The tax authorities chose the cost plus method for determining the arm’s length price for low value-added intra-group services provided between related parties (Cost+). It took the parent company’s wage costs as the basis, to which it added a mark-up of 7 %, the maximum mark-up under Guideline D-10. On that basis, they concluded that the applicant had obtained services from the parent company that were different from the price at which an unrelated person would have provided the services.
An appeal was filed with the regional court where BEAS SUN s.r.o. argued that the tax authorities should have chosen the comparable uncontrolled price (CUP) method, rather than the Cost plus method, to determine the reference price.
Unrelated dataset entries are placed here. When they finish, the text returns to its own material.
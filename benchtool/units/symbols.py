"""The units benchtool speaks, as data: their spellings, prefixes and scales.

References:
    SI brochure, 9th edition (2019), table 7 (prefixes); IEC 60062:2016, clause 4 (the letter
    in place of the decimal mark); spellings without a prefix standard are common practice.
"""

from __future__ import annotations

from collections.abc import Iterable, Mapping
from dataclasses import field

from benchtool.frozen import frozen_record

PREFIX_EXPONENTS = {
    "f": -15,
    "p": -12,
    "n": -9,
    "u": -6,
    "μ": -6,  # Greek mu; the micro sign becomes this one when a text is normalised
    "m": -3,
    "": 0,
    "k": 3,
    "K": 3,
    "M": 6,
    "meg": 6,
    "Meg": 6,
    "G": 9,
    "T": 12,
}

_PREFIX_SYMBOLS = {
    -15: "f",
    -12: "p",
    -9: "n",
    -6: "µ",
    -3: "m",
    0: "",
    3: "k",
    6: "M",
    9: "G",
    12: "T",
}

_RATIOS = {"%": -2, "‰": -3, "ppm": -6, "ppb": -9}


@frozen_record
class Scale:
    """A size to print in.

    Attributes:
        exponent: Power of ten of one ``symbol`` in the SI unit.
        symbol: What is printed after the number.
        start: Power of ten from which this scale is preferred to the one below.
        power: Power of ten written after the number, where no prefix reaches so far.
    """

    exponent: int
    symbol: str
    start: int
    power: str = ""


@frozen_record
class Unit:
    """One unit: how it is written, read and scaled.

    Attributes:
        name: SI unit as benchtool's records hold it.
        noun: What it measures, for messages.
        examples: Texts that can be read, for messages.
        spellings: Words for the unit in lower case with the power of ten of each; the empty text
            stands for a bare number.
        scales: What to print in, rising.
        prefixed: Whether prefixes may stand before the spellings.
        inner: Letters that may replace the decimal mark beside the prefixes ("4R7").
        multiples: Words for multiples that are no power of ten, with their factor.
    """

    name: str
    noun: str
    examples: str
    spellings: Mapping[str, int]
    scales: tuple[Scale, ...]
    prefixed: bool = True
    inner: str = ""
    multiples: Mapping[str, int] = field(default_factory=dict)


def _words(*words: str) -> dict[str, int]:
    return dict.fromkeys(("", *words), 0)


def _prefixes(symbol: str, exponents: Iterable[int]) -> tuple[Scale, ...]:
    return tuple(
        Scale(exponent=exponent, symbol=_PREFIX_SYMBOLS[exponent] + symbol, start=exponent)
        for exponent in exponents
    )


def _shares(*ends: str) -> dict[str, int]:
    """Return the spellings of a ratio, or of one per something."""
    shares = {share + end: exponent for share, exponent in _RATIOS.items() for end in ends}
    return shares | {"": 0} | dict.fromkeys((f"1{end}" for end in ends if end), 0)


def _share_scales(end: str) -> tuple[Scale, ...]:
    return (
        Scale(exponent=-9, symbol=f"ppb{end}", start=-9),
        Scale(exponent=-6, symbol=f"ppm{end}", start=-7),
        Scale(exponent=-2, symbol=f"%{end}", start=-4),
        Scale(exponent=0, symbol=f"1{end}" if end else "", start=1),
    )


_ALL = (
    Unit(
        name="ohm",
        noun="a resistance in ohms",
        examples="330k, 4k7 or 0.47 ohm",
        spellings=_words("ω", "ohm", "ohms", "r"),
        scales=_prefixes("Ω", range(-6, 13, 3)),
        inner="RΩ",
    ),
    Unit(
        name="F",
        noun="a capacitance in farads",
        examples="47u, 100n or 2u2",
        spellings=_words("f", "farad", "farads"),
        # 2200 µF and never 2.2 mF: so capacitors are marked (common practice).
        scales=_prefixes("F", (-15, -12, -9, -6, 0)),
        inner="F",
    ),
    Unit(
        name="s",
        noun="a time in seconds",
        examples="14.01s, 2.5 ms or 310us",
        spellings=_words("s", "sec", "second", "seconds"),
        scales=_prefixes("s", range(-15, 1, 3)),
        multiples={"min": 60, "h": 3600},
    ),
    Unit(
        name="V",
        noun="a voltage in volts",
        examples="12, 12V or 37 mV",
        spellings=_words("v", "volt", "volts"),
        scales=_prefixes("V", range(-9, 4, 3)),
        inner="V",
    ),
    Unit(
        name="A",
        noun="a current in amperes",
        examples="20n, 0.1uA or 5 mA",
        spellings=_words("a", "amp", "amps", "ampere", "amperes"),
        scales=_prefixes("A", range(-15, 4, 3)),
    ),
    Unit(
        name="Hz",
        noun="a frequency in hertz",
        examples="40.4m, 1.2 kHz or 1M",
        spellings=_words("hz", "hertz"),
        scales=_prefixes("Hz", range(-6, 13, 3)),
    ),
    Unit(
        name="1",
        noun="a ratio",
        examples="5%, 50 ppm or 0.05",
        spellings=_shares(""),
        scales=_share_scales(""),
        prefixed=False,
    ),
    Unit(
        name="1/K",
        noun="a relative change per kelvin",
        examples="100 ppm/K or 0.01%/K",
        spellings=_shares("/k", "/°c", "/degc", "/c"),
        scales=_share_scales("/K"),
        prefixed=False,
    ),
    Unit(
        name="1/s",
        noun="a relative change per second",
        examples="2 ppm/s or 0.01%/s",
        spellings=_shares("/s"),
        scales=_share_scales("/s"),
        prefixed=False,
    ),
    Unit(
        name="degC",
        noun="a temperature in degrees Celsius",
        examples="25, 25 degC or -10 °C",
        spellings=_words("c", "°c", "degc"),
        scales=(Scale(exponent=0, symbol="°C", start=0),),
        prefixed=False,
    ),
)

UNITS: Mapping[str, Unit] = {unit.name: unit for unit in _ALL}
The Regional Court stated that the CUP method is not superior to the other methods resulting from Guideline D-10 and the Transfer Pricing Guidelines for Multinational Enterprises and Tax Administrations issued by the Organisation for Economic Cooperation and Development (‘the OECD Guidelines’). The CUP method is preferred only if it can be used reliably. According to the Regional Court, the superiority of the CUP method is not apparent from the case-law of the Supreme Administrative Court. The case-law merely implies an obligation to state the reasons why the CUP method cannot be applied, on the ground that there are no independent transactions which are at least in substance comparable to the transaction under examination. According to the Regional Court, the tax authorities complied with that requirement. The tax authorities duly explained that the applicant purchased services which BEAS, a.s. supplied only to it or only to its subsidiaries. The tax authorities could not identify similar external independent transactions where services were provided in a similar content, scope and quality, given the wide range of activities provided. The Regional Court therefore confirmed that the tax authorities had sufficiently justified why they applied the Cost+ method instead of the CUP method.
BEAS Sun then appealed to the Supreme Administrative Court.
Judgment of the Court.
The Supreme Administrative Court upheld the decision of the Regional Court.
Excerpt in English
“[31] The comparable independent price (CUP) method is a direct method and can be applied in a case in which an independent transaction that is comparable to the controlled transaction under examination can be found. This method is the simplest in terms of applicability, but it requires a high degree of comparability of the transactions being compared, which is also its weakness. Since there is no similar independent transaction for many of the transactions between related entities, this direct method cannot always be applied and one of the indirect methods must be used (cf. the judgment of the Supreme Administrative Court of 23 January 2013, No 1 Afs 101/2012-31).
[32] The ‘cost plus’ method is an indirect method. It is based on the costs incurred by the supplier in a dependent transaction for the purchase of assets or services provided to the related undertaking by an independent seller. An appropriate mark-up is then added to these costs. It is applied to low value-added service cases using a gross profit mark-up. The advantage of the Cost+ method is that it does not require as much attention to the comparability of the product or service as the CUP method. Thus, this method must analyse the differences between the controlled and independent transactions which have an impact on the amount of the mark-up in order to determine which adjustments should be made to the relevant mark-up of the independent transaction (cf. Supreme Administrative Court judgments of 23 January 2013, 1 Afs 101/2012-31, and 29 January 2020, 9 Afs 232/2018-63).
[33] On the basis of this case law, the Supreme Administrative Court finds that the tax authorities and the Regional Court did not err in relying on the OECD Directive and the guidelines issued by the General Tax Directorate, specifically Guideline D-10. The legal basis for their application was precisely Section 23(7) of the Income Tax Act. This was confirmed by the case law of the Supreme Administrative Court, which predated the decision of the tax authorities. The complainant disagreed, but did not put forward any opposing argumentation that would call into question the case-law referred to above.”